Zudem nannte der Kremlchef Jozef Lipski, den Berliner Botschafter Polens in den 30er Jahren, einen “Drecksack” und ein “antisemitisches Schwein”. Der Diplomat hatte 1938 mit Adolf Hitler eine Deportation der Juden nach Afrika diskutiert und diesem bei Gelingen ein Denkmal in Warschau versprochen. Auch wurde die polnische Annexion eines Teils der Tschechoslowakei (das Teschner Land) im Jahre 1938 erwähnt.

In Russland reagierten Politik und Medien mit Unterstützung ihres Präsidenten und mit Empörung über den Protest Polens.
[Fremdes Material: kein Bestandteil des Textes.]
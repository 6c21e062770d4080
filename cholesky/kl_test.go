package cholesky

import (
	"context"
	"fmt"
	"math"
	"math/rand/v2"
	"strings"
	"testing"

	"gonum.org/v1/gonum/mat"

	"github.com/kchol/kchol/kernels"
)

func TestKLNonIncreasingInRhoAndNeighbors(t *testing.T) {
	// Property: S_ρ grows with ρ and the m-nearest sets grow with m, and the KL-optimal factor
	// on a larger pattern minimises KL over a larger set, so KL cannot increase (Schäfer,
	// Katzfuss, Owhadi 2021, §2). KL is computed with the dense Θ (DESIGN.md §4). The values
	// are logged as a table; they are measurements, not assertions. No supernodes (λ = 1):
	// aggregated patterns at different ρ or m need not be nested.
	n := 2000
	if testing.Short() {
		n = 600
	}
	rhos := []float64{1, 1.5, 2, 3, 4, 6, 8}
	ms := []int{5, 10, 20, 30, 50}
	sets := []struct {
		name   string
		d      int
		points []float64
	}{
		{"uniform2d", 2, uniformPoints(n, 2, 31)},
		{"clustered2d", 2, clusteredPoints(n, 2, 32)},
		{"sphere3d", 3, spherePoints(n, 33)},
	}
	var table strings.Builder
	fmt.Fprintf(&table, "\n| points | kernel | pattern | nnz/N | KL | KL/N | rel. err log det | rel. err solve (random b) | rel. err solve (b ~ GP) |\n|---|---|---|---|---|---|---|---|---|\n")
	for _, set := range sets {
		for _, family := range allFamilies {
			lengthScale, nugget := 0.1, 0.0
			if family == kernels.Gaussian {
				nugget = 1e-6 // the dense Gaussian kernel matrix is singular in floating point without it
			}
			name := fmt.Sprintf("%s/n=%d/%v/l=%g/nugget=%g", set.name, n, family, lengthScale, nugget)
			t.Run(name, func(t *testing.T) {
				k := kernels.Stationary{Family: family, Dimension: set.d, LengthScale: lengthScale, Nugget: nugget}
				theta := denseKernelMatrix(k, set.points, set.d)
				chol := denseCholesky(t, theta)
				logDet := chol.LogDet()
				// Right-hand sides: standard normal, and a draw of the GP itself (b = C z
				// with Θ = C Cᵀ), whose solve errors are what a regression user sees.
				rng := rand.New(rand.NewPCG(5, 5))
				random := make([]float64, n)
				z := make([]float64, n)
				for i := range n {
					random[i], z[i] = rng.NormFloat64(), rng.NormFloat64()
				}
				var c mat.TriDense
				chol.LTo(&c)
				var gp mat.VecDense
				gp.MulVec(&c, mat.NewVecDense(n, z))
				exact := func(b []float64) []float64 {
					var x mat.VecDense
					if err := chol.SolveVecTo(&x, mat.NewVecDense(n, b)); err != nil {
						t.Fatal(err)
					}
					return x.RawVector().Data
				}
				exactRandom, exactGP := exact(random), exact(gp.RawVector().Data)
				// tolerance for "non-increasing": rounding in the dense KL formula.
				tolerance := 1e-9 * (math.Abs(logDet) + float64(n))
				check := func(label string, settings []Settings) {
					previous := math.Inf(1)
					for _, s := range settings {
						f, err := New(context.Background(), set.points, set.d, k, &s)
						if err != nil {
							t.Fatal(err)
						}
						kl, _ := klDivergence(f, theta, logDet)
						errLogDet := math.Abs(f.LogDet()-logDet) / math.Abs(logDet)
						errRandom := relativeError(f.SolveTo(nil, random), exactRandom)
						errGP := relativeError(f.SolveTo(nil, gp.RawVector().Data), exactGP)
						pattern := fmt.Sprintf("m=%d", s.Neighbors)
						if s.Rho > 0 {
							pattern = fmt.Sprintf("ρ=%g", s.Rho)
						}
						fmt.Fprintf(&table, "| %s | %v | %s | %.1f | %.4g | %.3g | %.2g | %.2g | %.2g |\n", set.name, family, pattern,
							float64(f.NNZ())/float64(n), kl, kl/float64(n), errLogDet, errRandom, errGP)
						if kl > previous+tolerance {
							t.Errorf("%s %s: KL %.6g exceeds the smaller pattern's %.6g", label, pattern, kl, previous)
						}
						if kl < -tolerance {
							t.Errorf("%s %s: KL %.6g < 0", label, pattern, kl)
						}
						previous = kl
					}
				}
				var byRho, byM []Settings
				for _, r := range rhos {
					byRho = append(byRho, Settings{Rho: r, Lambda: 1})
				}
				for _, m := range ms {
					byM = append(byM, Settings{Neighbors: m, Lambda: 1})
				}
				check("radius", byRho)
				check("neighbours", byM)
			})
		}
	}
	t.Log(table.String())
}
Der Sprecher der Staatsduma, Wjatscheslaw Wolodin, forderte Warschau auf, sich für die Äußerungen Lipskis im Nachhinein auf der “Parlaments- und Präsidentschaftsebene” zu entschuldigen.

“Ein wirklicher Feind wird Dich nie verlassen.” Dieses Bonmot des Satirikers Stanislaw J. Lec macht derzeit in Polens Öffentlichkeit die Runde.